メディアは多様化してしまって、ネットとテレビの垣根もなくなっていると思います。ネットを見れば百花繚乱だけどもテレビを見れば公平感があると言いたいのでしょうけど、そうなっているでしょうか。そもそも自分たちがニュースで今何をしているか。政治も経済もワイドショーのように扱い、タレントをキャスターのようにして、お笑い芸人のコメントを取ってニュースをゴシップのように扱う。そんな事ばかりしていれば、一般のサラリーマンの支持が離れるのは当たり前の事だと思います。

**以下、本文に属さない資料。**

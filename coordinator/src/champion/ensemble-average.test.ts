import { describe, expect, it } from 'vitest';
import { createRandom, regressionMetrics } from '@netbreeder/shared-types';
import { averagePredictions, meanOfOutputs } from './ensemble-average.js';

describe('a regression ensemble averages its members predicted numbers', () => {
  it('predicts the mean of the members outputs, sample by sample (hand-computed)', () => {
    const mean = meanOfOutputs([Float32Array.of(1, 2, 3), Float32Array.of(3, 4, 11)]);
    expect(Array.from(mean)).toEqual([2, 3, 7]);
    expect(Array.from(meanOfOutputs([Float32Array.of(-0.5, 4)]))).toEqual([-0.5, 4]);
  });

  it('scores an RMSE no worse than its members average RMSE (the mean is convex), and better when their errors differ', () => {
    const r = createRandom('ensemble average regression');
    const targets = Float32Array.from({ length: 200 }, () => r.next() * 4 - 2);
    // Three members: the target plus each its own error (a bias and noise of its own).
    const members = [0.3, -0.2, 0.1].map((bias) => Float32Array.from(targets, (t) => t + bias + (r.next() - 0.5)));
    const rmse = (p: Float32Array) => regressionMetrics(targets, p).rmse;
    const averaged = rmse(meanOfOutputs(members));
    const membersMean = members.reduce((a, m) => a + rmse(m), 0) / members.length;
    expect(averaged).toBeLessThan(membersMean);
    expect(averaged).toBeLessThan(Math.min(...members.map(rmse)));
  });

  it('refuses members scored on different samples, and no members at all', () => {
    expect(() => meanOfOutputs([Float32Array.of(1, 2), Float32Array.of(1)])).toThrow(/member 1 gives 1 outputs/);
    expect(() => meanOfOutputs([])).toThrow(/at least one member/);
  });
});

describe('a classification ensemble averages softmax probabilities', () => {
  it('takes the most probable class of the mean, not a vote', () => {
    // Sample 0: member A 0.9 for class 0, members B and C 0.45 / 0.55 → mean favours class 0 though two of three vote 1.
    const a = Float32Array.of(0.9, 0.1);
    const b = Float32Array.of(0.45, 0.55);
    const { mean, predictions } = averagePredictions([a, b, b], 2);
    expect(mean[0]).toBeCloseTo(0.6, 6);
    expect(Array.from(predictions)).toEqual([0]);
  });
});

また、仰るように、AIで仕事がなくなると騒ぐのはおかしな事で、時代が変わればまた新しい仕事もまた必要になる。むしろ最近の労働者不足を見れば分かるように、昭和の高度経済成長を支えた労働者がいない状況では経営方法が変わると思わない方がおかしい。吉野屋やコンビニが24時間営業を維持できなくなっている環境下で「仕事がなくなる」と騒ぐのはおかしな事です。一個人にとっては今の仕事がなくなれば収入が維持できなくなるということで大事ではありますが、一方では新たな仕事も日々生まれているんだと思います。老人介護もそうでしょうしね。ソフト面で、人が人をおもてなすような仕事、私が好きな日帰り温泉もそうですが、あちこちに源泉掛け流しの日帰り温泉施設ができました。新たなニーズが起きているということでしょう。喫茶店もクルマで寄れる店が凄く増えました。そういう風に、経済を現象面でもっと正確、冷静に捉えられればニュースも変わるとは思いますが、まぁ彼らが自己改革できるかですね。